I've got the same problem, and it looks like replacing the paddles did the trick for you. Over here, the small-engine repair place replaced the scraper bar--saying it was worn--but did not replace the paddles. Looks like it's time to order them up!!!


----------



## YSHSfan (Jun 25, 2014)

+ 1
Scraper bar and paddles get replaced at the same time.

Here is a genuine auger paddle/hardware kit and scraper bar

All Years HS520 AS Honda Snowblower AUGER RUBBER KIT Diagram and Parts










76322-V10-020 HONDA BLADE, SCRAPER (Honda Code 6873848)


----------



## Michael3442 (Jan 24, 2018)

I bought a used HS520 last fall (2017); there was no snow but the motor, auger, belts, etc. ran perfectly. It even had a new scraper and new auger blades. Then came the snow. It scrapes so hard it's nearly unusable. I adjusted the scraper to give the highest setting, but it still digs in and hits every minor crack in my driveway and sidewalk. I have to lift the handle up a few+ inches to get it to move forward. What's up with that? Is there any chance the scraper could have been installed upside down? Thanks for the help.


----------



## YSHSfan (Jun 25, 2014)

Michael3442 said:


> I bought a used HS520 last fall (2017); there was no snow but the motor, auger, belts, etc. ran perfectly. It even had a new scraper and new auger blades. Then came the snow. It scrapes so hard it's nearly unusable. I adjusted the scraper to give the highest setting, but it still digs in and hits every minor crack in my driveway and sidewalk. I have to lift the handle up a few+ inches to get it to move forward. What's up with that? Is there any chance the scraper could have been installed upside down? Thanks for the help.
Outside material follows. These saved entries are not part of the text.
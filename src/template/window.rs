//! Windows of temporal operators: two bounds that never make an empty window.

use super::duration::Duration;
use super::slot::SlotValue;
use crate::support::Finite;

/// One end of a window of time.
#[derive(Debug, Clone, Copy, PartialEq, Eq, PartialOrd, Ord, Hash)]
pub enum Bound {
    /// A duration from now.
    After(Duration),
    /// A slot.
    Slot,
    /// `end`: no upper bound.
    End,
}

/// The window of a temporal operator. Never empty by construction: a slot as
/// lower bound goes with `end` only, and a constant lower bound is not above a
/// constant upper one (checked where both are in one unit; across units when
/// the template meets the data).
#[derive(Debug, Clone, Copy, PartialEq, Eq, PartialOrd, Ord, Hash)]
pub struct Window {
    lower: Bound,
    upper: Bound,
}

/// Why two bounds make no window.
#[derive(Debug, Clone, Copy, PartialEq, Eq, thiserror::Error)]
pub enum WindowError {
    /// The lower bound is `end`.
    #[error("a window cannot start at `end`")]
    StartsAtEnd,
    /// A slot as lower bound with an upper bound other than `end`.
    #[error("a slot as lower bound goes with `end` only, so that no window is empty")]
    SlotBelowBound,
    /// The lower bound lies above the upper one.
    #[error("the window is empty: its lower bound lies above its upper bound")]
    Empty,
    /// A bound is negative.
    #[error("a bound cannot be negative: a template looks forward in time")]
    Negative,
}

impl Window {
    /// A window from two bounds.
    ///
    /// # Errors
    /// When the bounds make no window, or could make an empty one.
    pub fn new(lower: Bound, upper: Bound) -> Result<Self, WindowError> {
        let zero = Finite::from(0);
        for bound in [lower, upper] {
            if matches!(bound, Bound::After(duration) if duration.value < zero) {
                return Err(WindowError::Negative);
            }
        }
        match (lower, upper) {
            (Bound::End, _) => return Err(WindowError::StartsAtEnd),
            (Bound::Slot, Bound::After(_) | Bound::Slot) => {
                return Err(WindowError::SlotBelowBound);
            }
            (Bound::After(low), Bound::After(high)) if is_above(low, high) => {
                return Err(WindowError::Empty);
            }
            _ => {}
        }
        Ok(Window { lower, upper })
    }

    /// `[0, end]`.
    pub fn whole() -> Self {
        Window {
            lower: Bound::After(Duration::zero()),
            upper: Bound::End,
        }
    }

    /// The lower bound.
    pub fn lower(&self) -> Bound {
        self.lower
    }

    /// The upper bound.
    pub fn upper(&self) -> Bound {
        self.upper
    }
}

impl Window {
    pub(super) fn filled(self, values: &mut std::slice::Iter<'_, Option<SlotValue>>) -> Window {
        let mut fill = |bound: Bound| match bound {
            Bound::Slot => match values.next() {
                Some(Some(SlotValue::Time(duration))) => Bound::After(*duration),
                Some(None) => Bound::Slot,
                other => panic!("a time slot is given {other:?}"),
            },
            _ => bound,
        };
        let lower = fill(self.lower);
        Window {
            lower,
            upper: fill(self.upper),
        }
    }
}

/// Whether one constant bound is certainly above another.
fn is_above(low: Duration, high: Duration) -> bool {
    if low.unit == high.unit {
        return low.value > high.value;
    }
    match (low.unit.seconds(), high.unit.seconds()) {
        (Some(a), Some(b)) => low.value.value() * a > high.value.value() * b * (1.0 + 1e-9),
        _ => high.is_zero() && !low.is_zero(),
    }
}
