//! A formula in plain words, as an engineer would write it in a test report.
//!
//! The words come from the formula alone, so formula and sentence cannot
//! disagree. [`Words`] says how to write the parts that depend on the data:
//! the unit of a signal, and the name of a slot.

use super::atom::{Atom, Comparison, Threshold};
use super::formula::{Formula, Node};
use super::function::Function;
use super::print::implication;
use super::signal::Signal;
use super::window::{Bound, Window};

/// What the sentence needs to know beyond the formula.
pub trait Words {
    /// The unit of a signal, such as `mm/s`; `None` when it has none.
    fn unit(&self, signal: &Signal) -> Option<String>;
}

/// Words for a formula that stands alone: no units.
impl Words for () {
    fn unit(&self, _: &Signal) -> Option<String> {
        None
    }
}

/// The formula as a sentence: capital first, full stop last.
pub fn sentence(formula: &Formula, words: &dyn Words) -> String {
    let mut writer = Writer {
        words,
        next_slot: 1,
    };
    let text = writer.formula(formula, Place::Outermost);
    let mut characters = text.chars();
    match characters.next() {
        Some(first) => format!("{}{}.", first.to_uppercase(), characters.as_str()),
        None => String::new(),
    }
}

/// Where a formula stands: the outermost windows count from the start of the
/// record, inner ones from the instant their context speaks of, and in the
/// strong reading a window must lie inside the record.
#[derive(Debug, Clone, Copy, PartialEq, Eq)]
enum Place {
    Outermost,
    Weak,
    Strong,
}

impl Place {
    /// Where the operand of a temporal operator stands: an outermost operator
    /// and one with `end` set the reading, the others hand it on.
    fn below(self, window: &Window, own: Place) -> Place {
        if self == Place::Outermost || window.upper() == Bound::End {
            own
        } else {
            self
        }
    }
}

struct Writer<'a> {
    words: &'a dyn Words,
    next_slot: usize,
}

impl Writer<'_> {
    fn formula(&mut self, formula: &Formula, place: Place) -> String {
        match formula.node() {
            Node::Atom(atom) => self.atom(atom),
            Node::And(operands) => self.joined(operands, place, " and "),
            Node::Or(operands) => match implication(formula) {
                Some((cause, effect)) => {
                    let cause = cause_clause(cause);
                    format!("{cause}, {}", self.formula(effect, place))
                }
                None => self.disjunction(operands, place),
            },
            Node::Throughout(window, operand) => self.throughout(window, operand, place),
            Node::Sometime(window, operand) => self.sometime(window, operand, place),
            Node::Until(window, left, right) => {
                let left = self.operand(left, place.below(window, Place::Weak));
                let when = self.deadline(window, place);
                let right = self.operand(right, place.below(window, Place::Strong));
                format!("{left} until {right}{when}")
            }
        }
    }

    /// An operand of a longer phrase: `both` and `either` say where a phrase
    /// with parts of its own begins.
    fn operand(&mut self, formula: &Formula, place: Place) -> String {
        let text = self.formula(formula, place);
        match formula.node() {
            Node::And(operands) if operands.len() == 2 => format!("both {text}"),
            Node::And(_) => format!("all of: {text}"),
            Node::Or(_) if implication(formula).is_none() && !text.starts_with("whenever") => {
                format!("either {text}")
            }
            _ => text,
        }
    }

    fn joined(&mut self, operands: &[Formula], place: Place, word: &str) -> String {
        let parts: Vec<String> = operands
            .iter()
            .map(|operand| self.operand(operand, place))
            .collect();
        let has_parts = |f: &Formula| matches!(f.node(), Node::And(_) | Node::Or(_));
        if operands.iter().any(has_parts) {
            return parts.join(&format!(",{word}"));
        }
        parts.join(word)
    }

    /// `x is at most a, or ...` reads "whenever x is above a, ..." where the
    /// other part speaks of what follows.
    fn disjunction(&mut self, operands: &[Formula], place: Place) -> String {
        if let [first, effect] = operands
            && let Node::Atom(Atom::Compare {
                signal,
                comparison: comparison @ (Comparison::AtMost | Comparison::AtLeast),
                threshold,
            }) = first.node()
            && effect.temporal_depth() > 0
        {
            let level = self.threshold(signal, threshold);
            let side = match comparison {
                Comparison::AtMost => "above",
                _ => "below",
            };
            let effect = self.formula(effect, place);
            return format!("whenever {} is {side} {level}, {effect}", name(signal));
        }
        self.joined(operands, place, " or ")
    }

    fn throughout(&mut self, window: &Window, operand: &Formula, place: Place) -> String {
        if *window == Window::whole() && place == Place::Outermost {
            let text = self.formula(operand, Place::Weak);
            return match operand.node() {
                Node::Or(_) if text.starts_with("each time") || text.starts_with("whenever") => {
                    text
                }
                Node::Atom(_) | Node::And(_) => format!("throughout the record, {text}"),
                Node::Sometime(..) => format!("from every instant on, {text}"),
                Node::Or(_) | Node::Throughout(..) | Node::Until(..) => {
                    format!("at every instant, {text}")
                }
            };
        }
        let span = self.span(window, place);
        let text = self.formula(operand, place.below(window, Place::Weak));
        match operand.node() {
            Node::Atom(_) => format!("{text} {span}"),
            Node::Or(_) => format!("{span}, at every instant {text}"),
            _ => format!("{span}, {text}"),
        }
    }

    fn sometime(&mut self, window: &Window, operand: &Formula, place: Place) -> String {
        if *window == Window::whole() {
            let text = self.formula(operand, Place::Strong);
            return match (place, operand.node()) {
                (Place::Outermost, Node::Atom(_)) => format!("at some time {text}"),
                (Place::Outermost, _) => format!("at some time, {text}"),
                (_, Node::Atom(_)) => format!("{text} then or later"),
                _ => format!("then or later, {text}"),
            };
        }
        let when = self.deadline(window, place);
        let text = self.formula(operand, place.below(window, Place::Strong));
        match operand.node() {
            Node::Atom(_) => format!("{text}{when}"),
            Node::And(_) | Node::Or(_) => format!("at an instant{when}, {text}"),
            Node::Throughout(..) | Node::Sometime(..) | Node::Until(..) => {
                format!("{text}, starting{when}")
            }
        }
    }

    /// How long something holds.
    fn span(&mut self, window: &Window, place: Place) -> String {
        let from_start = place == Place::Outermost;
        match (window.lower(), window.upper()) {
            (Bound::After(low), Bound::End) if low.is_zero() => "from then on".to_owned(),
            (low, Bound::End) => {
                let low = self.bound(low);
                if from_start {
                    format!("from {low} on")
                } else {
                    format!("from {low} later on")
                }
            }
            (Bound::After(low), high) if low.is_zero() => {
                let high = self.bound(high);
                match place {
                    Place::Outermost => format!("for the first {high}"),
                    Place::Weak => format!("for {high} or until the record ends"),
                    Place::Strong => format!("for {high}"),
                }
            }
            (low, high) => {
                let (low, high) = (self.bound(low), self.bound(high));
                format!("from {low} to {high} {}", reference(from_start))
            }
        }
    }

    /// By when something comes.
    fn deadline(&mut self, window: &Window, place: Place) -> String {
        let from_start = place == Place::Outermost;
        match (window.lower(), window.upper()) {
            (Bound::After(low), Bound::End) if low.is_zero() => String::new(),
            (low, Bound::End) => {
                let low = self.bound(low);
                format!(" at some time from {low} on")
            }
            (Bound::After(low), high) if low.is_zero() => {
                let high = self.bound(high);
                if from_start {
                    format!(" within the first {high}")
                } else {
                    format!(" within {high}")
                }
            }
            (low, high) => {
                let (low, high) = (self.bound(low), self.bound(high));
                format!(
                    " at some time from {low} to {high} {}",
                    reference(from_start)
                )
            }
        }
    }

    fn bound(&mut self, bound: Bound) -> String {
        match bound {
            Bound::After(duration) => duration.to_string(),
            Bound::Slot => self.slot(),
            Bound::End => "the end".to_owned(),
        }
    }

    fn slot(&mut self) -> String {
        let text = format!("?{}", self.next_slot);
        self.next_slot += 1;
        text
    }

    fn atom(&mut self, atom: &Atom) -> String {
        match atom {
            Atom::Flag { signal, negated } => flag_clause(signal, *negated),
            Atom::Compare {
                signal,
                comparison,
                threshold,
            } => {
                let level = self.threshold(signal, threshold);
                let relation = match comparison {
                    Comparison::AtMost => "at or below",
                    Comparison::AtLeast => "at or above",
                    Comparison::Below => "below",
                    Comparison::Above => "above",
                };
                format!("{} is {relation} {level}", name(signal))
            }
        }
    }

    fn threshold(&mut self, signal: &Signal, threshold: &Threshold) -> String {
        let (number, own_unit) = match threshold {
            Threshold::Number(value, unit) => (value.to_string(), unit.as_deref()),
            Threshold::Slot => (self.slot(), None),
        };
        match own_unit
            .map(str::to_owned)
            .or_else(|| self.words.unit(signal))
        {
            Some(unit) => format!("{number} {unit}"),
            None => number,
        }
    }
}

fn reference(from_start: bool) -> &'static str {
    if from_start {
        "after the start"
    } else {
        "later"
    }
}

/// A signal as a noun phrase.
fn name(signal: &Signal) -> String {
    let derivation = match signal {
        Signal::Recorded { name, .. } => return format!("the {}", spoken(name)),
        Signal::Derived(derivation) => derivation,
    };
    let first = name(&derivation.arguments[0]);
    let over = derivation
        .duration
        .map(|duration| duration.to_string())
        .unwrap_or_default();
    match derivation.function {
        Function::Rate => format!("the rate of change of {first}"),
        Function::Absolute => format!("the magnitude of {first}"),
        Function::Difference => {
            format!("{first} minus {}", name(&derivation.arguments[1]))
        }
        Function::Smooth => format!("{first}, averaged over {over},"),
        Function::SinceStart => format!("the change of {first} since the start"),
        Function::ToFinal => format!("the distance of {first} from its final value"),
        Function::Spread => format!("the range of {first} within {over}"),
        Function::Rises | Function::Falls => flag_clause(signal, false),
    }
}

/// A recorded name as it is spoken: underscores are spaces.
fn spoken(name: &str) -> String {
    name.replace('_', " ")
}

/// A flag as a clause.
fn flag_clause(signal: &Signal, negated: bool) -> String {
    match signal {
        Signal::Recorded { name, .. } => {
            format!("{} is {}", spoken(name), if negated { "off" } else { "on" })
        }
        Signal::Derived(derivation) => {
            let inner = match &derivation.arguments[0] {
                Signal::Recorded { name, .. } => spoken(name),
                other => other.to_string(),
            };
            let verb = match (derivation.function, negated) {
                (Function::Rises, false) => "comes on",
                (Function::Rises, true) => "does not come on",
                (Function::Falls, false) => "goes off",
                (_, _) => "does not go off",
            };
            format!("{inner} {verb}")
        }
    }
}

/// The left side of an implication.
fn cause_clause(signal: &Signal) -> String {
    match signal {
        Signal::Recorded { .. } => format!("whenever {}", flag_clause(signal, false)),
        Signal::Derived(_) => format!("each time {}", flag_clause(signal, false)),
    }
}

#[cfg(test)]
mod tests {
    use super::super::parse;
    use super::*;

    fn check(text: &str, expected: &str) {
        assert_eq!(sentence(&parse(text).unwrap(), &()), expected);
    }

    #[test]
    fn sentences_read_as_an_engineer_would_write_them() {
        check(
            "throughout [0, end] (speed <= 4.2)",
            "Throughout the record, the speed is at or below 4.2.",
        );
        check(
            "throughout [12 s, end] (pressure <= 4.2 bar)",
            "The pressure is at or below 4.2 bar from 12 s on.",
        );
        check(
            "throughout [0, end] (rises(call) implies sometime [0, 9 s] door_open)",
            "Each time call comes on, door open is on within 9 s.",
        );
        check(
            "throughout [0, end] (level <= 3 or sometime [0, 2 s] (flow >= 5))",
            "Whenever the level is above 3, the flow is at or above 5 within 2 s.",
        );
        check(
            "sometime [0, end] (throughout [0, 40 s] (temperature >= 71))",
            "At some time, the temperature is at or above 71 for 40 s.",
        );
        check(
            "sometime [0, end] (throughout [0, ?] (brake and speed >= ?))",
            "At some time, for ?1, brake is on and the speed is at or above ?2.",
        );
        check(
            "throughout [0, end] (rises(call) implies sometime [0, ?] (throughout [0, 2 s] (x <= 3)))",
            "Each time call comes on, the x is at or below 3 for 2 s or until the record ends, \
             starting within ?1.",
        );
        check(
            "throughout [0, end] (sometime [0, ?] (x <= ? and a))",
            "From every instant on, at an instant within ?1, the x is at or below ?2 and a is on.",
        );
        check(
            "throughout [0, end] ((a or b) and c)",
            "Throughout the record, either a is on or b is on, and c is on.",
        );
        check(
            "(speed <= ?) until [0, end] locked",
            "The speed is at or below ?1 until locked is on.",
        );
    }
}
Can you post some pics of the unit showing how the scraper and paddles rest on a leveled floor?


----------



## chief (Aug 16, 2021)

edboogie said:


> I have a HS520 that has worked great for years. Earlier this winter the old scraper blade broke off, so I got a new OEM one. Put it on, and now the snowblower is extremely hard to push, and catches on every crack in the sidewalk. It used to glide over everything and now it is a beast to use.
> 
> I tried to adjust the blade up as high as I could, but no difference. Anybody have any ideas? Thanks.


----------



## chief (Aug 16, 2021)

you probably need 2 new paddles


----------



## orangputeh (Nov 24, 2016)

chief said:


> you probably need 2 new paddles


He posted this 7 years ago........but you are probably right. the bar and paddles should be replaced at the same time. plus there are 3 separate adjustment settings for the bar according to my official Honda shop manual. ( which is worth it's weight in gold )


----------